IEEE 754 Machine Numbers and Machine Arithmetic

In order to make numerical programs more portable between different machines, the IEEE 754 standard defines machine numbers and how arithmetic operations should be performed. Virtually all current computers comply with this standard.

William Kahan and the History of IEEE 754
Soon after its conception in 1977 this standard has been implemented by virtually all numerical processors.

Machine Numbers

Machine numbers are stored as a sequence of k + n bits (each of which is 0 or 1):

s e₁ ... e_k d₂ ... d_n

For single precision numbers we have n=24, k=8.

For double precision numbers we have n=53, k=11.

The sign is ``+'' for s=0 and ``-'' for s=1.

The exponent is obtained as e = (e₁ ... e_k )₂ - b where b = 2^k-1-2. The largest and smallest values of e are used to represent special values. Hence the smallest remaining value is e_min = 1 - b = 3 - 2^k-1, the largest remaining value is e_max = 2^k - 2 - b = 2^k-1.

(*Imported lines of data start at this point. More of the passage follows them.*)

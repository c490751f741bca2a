"""The sheet's map drawing on a made-up zone whose dark and hot cells are known by construction."""

from __future__ import annotations

import xml.etree.ElementTree as ET

import numpy as np

from app.service.sheet_maps import ColourScale, heatmap_svg, legend_svg

SVG = "{http://www.w3.org/2000/svg}"


def _zone(ppfd: np.ndarray, spacing: float = 0.1) -> dict:
    ny, nx = ppfd.shape
    xs, ys = np.arange(nx) * spacing + spacing / 2, np.arange(ny) * spacing + spacing / 2
    dli = ppfd * 16 * 3600 / 1e6  # DLI = PPFD × photoperiod × 3600 / 10⁶ (Faust & Logan 2018)
    return {
        "id": "z",
        "name": "Test zone",
        "rect": [0.0, 0.0, nx * spacing, ny * spacing],
        "grid": {"x_m": xs.tolist(), "y_m": ys.tolist(), "spacing_m": spacing, "ppfd": ppfd.tolist(), "dli": dli.tolist()},
        "target": {"dli_min": 10.0, "ppfd_stress": 600.0, "ppfd_min": 173.6, "ppfd_max": 300.0},
        "ppfd": {"min": float(ppfd.min()), "max": float(ppfd.max())},
    }


def test_hatches_cover_exactly_the_dark_and_hot_cells():
    ppfd = np.full((4, 5), 250.0)
    ppfd[0, :2] = 100.0  # DLI 5.76 < 10: dark (two cells in one run)
    ppfd[3, 4] = 700.0  # above 600: hot
    ppfd[2, 0] = 150.0  # DLI 8.64 < 10: dark
    svg = ET.fromstring(heatmap_svg(_zone(ppfd), "metric", ColourScale(100.0, 700.0), 60, 60))
    groups = {g.get("class"): g for g in svg.iter(SVG + "g")}
    dark = list(groups["map-hatch-dark"])
    hot = list(groups["map-hatch-hot"])
    assert len(dark) == 2 and len(hot) == 1
    widths = sorted(float(r.get("width")) for r in dark)
    assert abs(widths[1] / widths[0] - 2) < 0.01  # a run of two cells is twice as wide as one


def test_scale_steps_and_ends():
    sc = ColourScale(100.0, 700.0)
    # The maximum itself is in the top step, the minimum in the bottom one; each step is one colour.
    assert sc.step_of(np.array([100.0, 159.9, 160.0, 699.9, 700.0])).tolist() == [0, 0, 1, 9, 9]
    legend = ET.fromstring(legend_svg(sc))
    texts = {t.get("class"): t.text for t in legend.iter(SVG + "text")}
    assert texts["legend-min"] == "100" and texts["legend-max"] == "700"
    fills = [r.get("fill") for r in legend.iter(SVG + "rect") if r.get("class") == "legend-step"]
    assert len(fills) == len(set(fills)) == 10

For e_min <= e <= e_max we have: x = ±(.1d₂...d_n)₂ 2^e, representing normalized numbers
For e = e_min - 1 we have: x = ±(.0d₂...d_n)₂ 2^e_min, representing ±0 and subnormal numbers (aka denormalized numbers).
For e = e_max + 1 we have: x = ±Infinity if all d_j=0
x = NaN otherwise

Note: All numbers with sign "+", arranged by size from +0 up to +Infinity correspond to all the bit sequences (0 0...0 0...0) up to (0 1...1 0...0), arranged as binary integers. Therefore it is easy to compare two machine numbers, or to find the next smaller or larger machine number.

Rounding

Normally rounding ``to nearest'' is enabled. Let x_max be the largest machine number and x be an arbitrary real number.

For |x| > x_max: fl(x) = ±Infinity
otherwise: fl(x) is the nearest machine number. In the case of a tie the number with d_n=0 is chosen.

Other rounding modes are ``towards +Infinity'', ``towards -Infinity'', ``towards 0'' (chopping).

Machine Arithmetic

For addition, subtraction, multiplication, division and square roots of machine numbers the rounded exact result must be returned. E.g., adding two machine numbers x, y returns the machine number fl(x+y). For all combination of machine numbers (including ±0, ±Infinity, NaN) the result of the operation is well defined: E.g., 1/±0=±Infinity, Infinity+Infinity=Infinity, Infinity-Infinity=NaN, 0/0=NaN, 0*Infinity=NaN. Any arithmetic operation involving NaN returns NaN.

Note that there are two distinct machine numbers +0 and -0 which behave differently in expressions such as 1/0. However, IEEE 754 defines the comparison operator "==" such that +0==-0 is true. Note that NaN==NaN is defined as false.